## Brief
Output the material exactly, keeping every line intact.

START Data supplied

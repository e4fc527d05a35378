import { DomainError } from '../errors';
import { geometricGrid } from './geometric-grid';
import { requireInteger, requireStandardError } from './require-input';
import type { SeAtN } from './types';
import { widthsAt, type PooledWidths } from './widths-at';

export interface WidthAgainstPerSiteNInput {
  /** One SE function per site taking part (the K at hand). */
  readonly siteSeAtN: readonly SeAtN[];
  readonly tau: number;
  /** Smallest and largest per-site n on the curve. */
  readonly nFrom: number;
  readonly nTo: number;
  /** Number of grid points (default 40), spaced evenly on a log scale and rounded to whole numbers. */
  readonly points?: number;
  readonly confidence?: number;
}

export interface PerSiteNPoint extends PooledWidths {
  readonly n: number;
}

/**
 * Chart data: summary-CI and prediction-interval widths against the per-site n, with every one of
 * the K sites recruiting the same n. As n grows the widths fall towards the heterogeneity floors
 * (summaryFloorWidth, predictionFloorWidth), which they never cross when τ > 0.
 * Grid: geometricGrid(nFrom, nTo, points).
 * Domain: 1 ≤ nFrom < nTo whole numbers; 2 ≤ points ≤ 500; at least one site; every SE finite > 0
 * on the grid; τ ≥ 0 (DomainError otherwise). Sources: see widthsAt.
 * @example widthAgainstPerSiteN({ siteSeAtN: [(n) => 1 / Math.sqrt(n)], tau: 0, nFrom: 100, nTo: 400, points: 2 }).map((p) => p.n) // [100, 400]
 */
export function widthAgainstPerSiteN(input: WidthAgainstPerSiteNInput): PerSiteNPoint[] {
  const points = input.points ?? 40;
  if (input.siteSeAtN.length === 0) throw new DomainError('siteSeAtN', '[]', 'at least one site');
  requireInteger('nFrom', input.nFrom, 1, Number.MAX_SAFE_INTEGER - 1);
  requireInteger('nTo', input.nTo, input.nFrom + 1, Number.MAX_SAFE_INTEGER);
  requireInteger('points', points, 2, 500);
  return geometricGrid(input.nFrom, input.nTo, points).map((n) => {
    const ses = input.siteSeAtN.map((seAtN, i) => requireStandardError(`siteSeAtN[${i}]`, seAtN(n), n));
    return { n, ...widthsAt(ses, input.tau, input.confidence) };
  });
}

END Data supplied

## Task response
repository e4fc527d05a35378
import { DomainError } from '../errors';
import { geometricGrid } from './geometric-grid';
import { requireInteger, requireStandardError } from './require-input';
import type { SeAtN } from './types';
import { widthsAt, type PooledWidths } from './widths-at';

export interface WidthAgainstPerSiteNInput {
  /** One SE function per site taking part (the K at hand). */
  readonly siteSeAtN: readonly SeAtN[];
  readonly tau: number;
  /** Smallest and largest per-site n on the curve. */
  readonly nFrom: number;
  readonly nTo: number;
  /** Number of grid points (default 40), spaced evenly on a log scale and rounded to whole numbers. */
  readonly points?: number;
  readonly confidence?: number;
}

export interface PerSiteNPoint extends PooledWidths {
  readonly n: number;
}

/**
 * Chart data: summary-CI and prediction-interval widths against the per-site n, with every one of
 * the K sites recruiting the same n. As n grows the widths fall towards the heterogeneity floors
 * (summaryFloorWidth, predictionFloorWidth), which they never cross when τ > 0.
 * Grid: geometricGrid(nFrom, nTo, points).
 * Domain: 1 ≤ nFrom < nTo whole numbers; 2 ≤ points ≤ 500; at least one site; every SE finite > 0
 * on the grid; τ ≥ 0 (DomainError otherwise). Sources: see widthsAt.
 * @example widthAgainstPerSiteN({ siteSeAtN: [(n) => 1 / Math.sqrt(n)], tau: 0, nFrom: 100, nTo: 400, points: 2 }).map((p) => p.n) // [100, 400]
 */
export function widthAgainstPerSiteN(input: WidthAgainstPerSiteNInput): PerSiteNPoint[] {
  const points = input.points ?? 40;
  if (input.siteSeAtN.length === 0) throw new DomainError('siteSeAtN', '[]', 'at least one site');
  requireInteger('nFrom', input.nFrom, 1, Number.MAX_SAFE_INTEGER - 1);
  requireInteger('nTo', input.nTo, input.nFrom + 1, Number.MAX_SAFE_INTEGER);
  requireInteger('points', points, 2, 500);
  return geometricGrid(input.nFrom, input.nTo, points).map((n) => {
    const ses = input.siteSeAtN.map((seAtN, i) => requireStandardError(`siteSeAtN[${i}]`, seAtN(n), n));
    return { n, ...widthsAt(ses, input.tau, input.confidence) };
  });
}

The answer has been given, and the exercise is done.